Miley Serious. « DJ c’est un travail d’historien »

Un jour, dans pas mal de décennies, pour un documentaire ARTE sur les scènes musicales hardcore dans les années 2010, un jeune journaliste essaiera désespérément de rencontrer Miley Serious, archiviste notoire des meilleurs sons de ces années-là.

Mais entre temps, elle sera partie vivre à New York ou dans le Tennessee, voir à Manchester, digger encore et toujours des nouvelles pépites avec une patience d’archéologue.

Crédits : Tristan Popescu

L’interview se fera par téléphone, le petit journaliste sera tellement intimidé qu’il oubliera des mots… Mais Miley conduira la discussion, en lui ouvrant les portes de ses archives sonores hors pair.

Parce qu’être DJ n’est pas un défaut, aimer la pop culture et le mainstream non plus d’ailleurs, car« il n’y a pas de limites possibles dans l’amour d’un morceau. Qu’il soit mainstream ou  niché, s’il est bon il est bon ». Rencontre aujourd’hui en 2018.

Manifesto XXI – On est à quelques mètres du studio de Rinse. Tu vas faire quoi là-bas ?

Miley Serious : Je suis résidente chez eux depuis plus d’un an et demi. J’ai deux heures de show tous les troisièmes lundis du mois. Je divise mes deux heures en deux parties, la première c’est moi, et la deuxième j’ai un invité.

Comment tu choisis tes invités ?

J’aime digger. Je suis une passionnée des nouvelles découvertes, des sons trouvés sur Soundcloud un peu par hasard. J’offre cet espace à des gens qui n’ont pas encore eu de slots (ndlr : créneaux radio pour les mix). Aujourd’hui j’ai Virus Crew, un collectif prometteur de la nouvelle rave culture américaine. C’est sa première radio. Prochainement j’aurais un autre gars du même crew, puis une fille qui s’appelle Isabella qui fait de l’indus un peu électro… En ce moment il y a une explosion de ce genre de musique dans le Sud des Etats-Unis, au niveau du Tennessee et du Texas.

Tu as déjà été aux Etats-Unis ?

Oui, j’ai vécu à New York où j’ai rencontré beaucoup de personnes intéressantes. Mon ambition c’est d’être une passerelle pour des artistes émergents qui n’ont pas encore de médias derrière eux.

Tu as un label, 99cts RCRDS

J’ai créé mon label car je ne produis pas. Je ne suis que DJ. J’ai un amour inconditionnel pour la découverte, j’adore sincèrement digger. J’aime être une tête chercheuse. Le label est la suite logique de ça.
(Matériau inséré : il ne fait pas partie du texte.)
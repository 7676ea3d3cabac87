import { backward, Chapters, forward, KINDS, type Lattice, W } from './lattice'

/** How likely each step and kind is at each cue, and a new chapter at each node, over all ways to tell the session. */
export interface Marginals {
  /** cue × (S + 1): steps, then none. */
  steps: Float64Array
  /** cue × KINDS */
  kinds: Float64Array
  /** node */
  turns: Float64Array
}

const LEAST = -12

export function marginalsOf(lattice: Lattice, cues: number): Marginals {
  const { S, nodes } = lattice
  const { logZ, entered } = forward(lattice)
  const { afterEnd, afterEnter } = backward(lattice)
  const width = S + 1
  const steps = new Float64Array((cues + 1) * width)
  const kinds = new Float64Array((cues + 1) * KINDS)
  const chapters = new Chapters(lattice)
  for (let j = 1; j < nodes.length; j++) {
    const to = nodes[j]!
    const b = afterEnd[j]!
    for (let i = lattice.earliest(j); i < j; i++) {
      if (!lattice.allowed(i, j)) continue
      const a = entered[i]!
      const from = nodes[i]!
      chapters.weigh(i, j)
      const put = (s: number, kind: number, p: number) => {
        steps[from * width + s]! += p
        steps[to * width + s]! -= p
        kinds[from * KINDS + kind]! += p
        kinds[to * KINDS + kind]! -= p
      }
      for (let n = 0; n < chapters.count; n++) {
        const s = chapters.alive[n]!
        for (let kind = 0, at = (s + 1) * KINDS; kind < W; kind++, at++) {
          const outer = a[at]! + b[at]! - logZ
          if (outer === -Infinity) continue
          const log = outer + chapters.work(s, kind)
          if (log > LEAST) put(s, kind, Math.exp(log))
        }
      }
      for (let kind = W; kind < KINDS; kind++) {
        const score = chapters.stepless(kind) - logZ
        for (let m = 0, at = kind; m <= S; m++, at += KINDS) {
          const log = a[at]! + score + b[at]!
          if (log > LEAST) put(S, kind, Math.exp(log))
        }
      }
    }
  }
  for (let cue = 1; cue <= cues; cue++) {
    for (let s = 0; s < width; s++) steps[cue * width + s]! += steps[(cue - 1) * width + s]!
    for (let kind = 0; kind < KINDS; kind++) kinds[cue * KINDS + kind]! += kinds[(cue - 1) * KINDS + kind]!
  }
  const turns = new Float64Array(nodes.length)
  for (let i = 1; i < nodes.length - 1; i++) {
    let p = 0
    const enter = entered[i]!
    const after = afterEnter[i]!
    for (let at = 0; at < enter.length; at++) {
      const log = enter[at]! + after[at]! - logZ
      if (log > LEAST) p += Math.exp(log)
    }
    turns[i] = p
  }
  return { steps, kinds, turns }
}

export interface Decoded { from: number, to: number, step: number | null, kind: number, /** Mean likelihood of the step over the chapter. */ confidence: number }

/**
 * The telling with the most time expected right: every second counts what its step and its operation are likely
 * to be, every turn costs unless a chapter is likely to start there (a minimum Bayes risk decoding).
 */
export function decode(lattice: Lattice, marginals: Marginals, seconds: Float64Array, options: { operation: number, turn: number, bar: number }): Decoded[] {
  const { S, nodes } = lattice
  const width = S + 1
  const n = seconds.length
  const stepTime = new Float64Array((n + 1) * width)
  const kindTime = new Float64Array((n + 1) * KINDS)
  for (let cue = 0; cue < n; cue++) {
    for (let s = 0; s < width; s++) stepTime[(cue + 1) * width + s] = stepTime[cue * width + s]! + marginals.steps[cue * width + s]! * seconds[cue]!
    for (let kind = 0; kind < KINDS; kind++) kindTime[(cue + 1) * KINDS + kind] = kindTime[cue * KINDS + kind]! + marginals.kinds[cue * KINDS + kind]! * seconds[cue]!
  }
  const best = new Float64Array(nodes.length).fill(-Infinity)
  const back: ({ i: number, step: number | null, kind: number } | undefined)[] = []
  best[0] = 0
  for (let j = 1; j < nodes.length; j++) {
    const to = nodes[j]!
    for (let i = lattice.earliest(j); i < j; i++) {
      if (!lattice.allowed(i, j) || best[i] === -Infinity) continue
      const from = nodes[i]!
      const only = lattice.only(i, j)
      let choice: { step: number | null, kind: number, gain: number }
      if (only) choice = { ...only, gain: 1e6 }
      else {
        let step = 0
        for (let s = 1; s < S; s++) if (stepTime[to * width + s]! - stepTime[from * width + s]! > stepTime[to * width + step]! - stepTime[from * width + step]!) step = s
        const gained = (at: number) => stepTime[to * width + at]! - stepTime[from * width + at]!
        const kindGained = (kind: number) => kindTime[to * KINDS + kind]! - kindTime[from * KINDS + kind]!
        let kind = 0
        for (let k = 1; k < W; k++) if (kindGained(k) > kindGained(kind)) kind = k
        let stepless: number = W
        for (let k = W + 1; k < KINDS; k++) if (kindGained(k) > kindGained(stepless)) stepless = k
        const work = S ? gained(step) + options.operation * kindGained(kind) : -Infinity
        const none = gained(S) + options.operation * kindGained(stepless)
        choice = work > none ? { step, kind, gain: work } : { step: null, kind: stepless, gain: none }
      }
      const value = best[i]! + choice.gain + (i ? options.turn * (marginals.turns[i]! - options.bar) : 0)
      if (value > best[j]!) {
        best[j] = value
        back[j] = { i, step: choice.step, kind: choice.kind }
      }
    }
  }
  const chapters: Decoded[] = []
  for (let j = nodes.length - 1; j > 0;) {
    const { i, step, kind } = back[j]!
    const from = nodes[i]!
    const to = nodes[j]!
    let time = 0
    for (let cue = from; cue < to; cue++) time += seconds[cue]!
    const at = step ?? S
    chapters.unshift({ from, to, step, kind, confidence: Math.min(1, Math.max(0, (stepTime[to * width + at]! - stepTime[from * width + at]!) / Math.max(time, 1e-9))) })
    j = i
  }
  return chapters
}
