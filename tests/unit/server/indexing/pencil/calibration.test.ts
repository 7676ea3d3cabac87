import fc from 'fast-check'
import { describe, expect, it } from 'vitest'
import { confidenceOf, type Curve } from '#server/indexing/pencil/calibration'

const curve: Curve = [[0, 0], [0.4, 0.2], [0.8, 0.7], [1, 0.9]]

describe('confidence from likelihood', () => {
  it.each([[0, 0], [0.2, 0.1], [0.4, 0.2], [0.6, 0.45], [0.8, 0.7], [0.9, 0.8], [1, 0.9]])('%s is %s', (likelihood, right) => expect(confidenceOf(likelihood, curve)).toBe(right))
  it('stays at the ends of the curve, and within 0 and 1', () => {
    expect([-1, 2].map(x => confidenceOf(x, curve))).toEqual([0, 0.9])
    expect(confidenceOf(0.5, [])).toBe(0)
    expect(confidenceOf(0.9, [[0, 0], [0.5, 0.6]])).toBe(0.6)
    expect(confidenceOf(0.5, [[0, 0], [0.5, 0.2], [0.5, 0.6], [1, 1]])).toBe(0.2)
  })
  it('never falls when the likelihood rises, on a curve that rises', () => {
    const ratio = fc.double({ min: 0, max: 1, noNaN: true })
    fc.assert(fc.property(fc.array(fc.tuple(ratio, ratio), { maxLength: 6 }), ratio, ratio, (points, a, b) => {
      const xs = points.map(([x]) => x).sort((p, q) => p - q)
      const ys = points.map(([, y]) => y).sort((p, q) => p - q)
      const rising: Curve = [[0, 0], ...xs.map((x, i) => [x, ys[i]!] as const), [1, 1]]
      expect(confidenceOf(Math.min(a, b), rising)).toBeLessThanOrEqual(confidenceOf(Math.max(a, b), rising))
    }))
  })
})
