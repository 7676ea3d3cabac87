import { listen } from './speech'
import { hearSteps, STEP_FEATURES, type StepIndex } from './stepEvidence'

const K = STEP_FEATURES.length
/** What a word of a step's title, description, part, material, topic and operation is worth in a sentence on its own. */
const WORTH = [1.2, 1, 1.2, 0.3, 0.6, 0.5]

/** How much a sentence speaks of each step of a plan, above the mean of all; in the plan's order, all 0 when it says nothing. */
export function stepsSpokenOf(words: string, index: StepIndex): Float64Array {
  const S = index.steps.length
  const scores = new Float64Array(S)
  const speech = listen([{ cues: [{ startMs: 0, endMs: 1, text: words }] }])
  const heard = hearSteps(speech, index)
  // A long sentence is heard in several pieces.
  for (let cue = 0; cue < speech.cues.length; cue++) {
    for (let s = 0; s < S; s++) WORTH.forEach((worth, k) => { scores[s]! += worth * heard[(cue * S + s) * K + k]! })
  }
  return scores
}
Le DJ ne jouit pas d’une super bonne réputation aujourd’hui. On dit que tout le monde peut être DJ. Est-ce que c’est vrai ? Qu’en penses-tu ?

C’est vrai, le DJ est le nouveau docteur. Je pense qu’un DJ doit connaître la musique. Vraiment. Personnellement j’en ai fait, j’ai eu un groupe de post-punk. Après j’ai commencé à mixer, c’est une sorte de vocation, mais c’est vrai que les choses ont changé depuis cinq ans. Il est plus dur de se faire sa place et de promouvoir des scènes émergentes.

Je vois le job d’un DJ comme un taff à part entière, comme c’était le cas dans les années 1980, comme Paradise Garage à New York avec le disco par exemple. Un groupe de copains qui passaient les disques de chacun et lançaient une véritable scène, un mouvement. Il y a une technique à avoir déjà, et ensuite, si tu es mauvais digger, ça ne sert à rien.

Passer une suite de chansons c’est raconter quelque chose, tenir un discours, donc il faut savoir de quoi on parle.

On ne peut pas faire semblant, il s’agit de retranscrire une communauté et son histoire. C’est un travail de recherche qui va bien au-delà du club pour toucher à une culture précise.

C’est un travail d’historien, d’archiviste ?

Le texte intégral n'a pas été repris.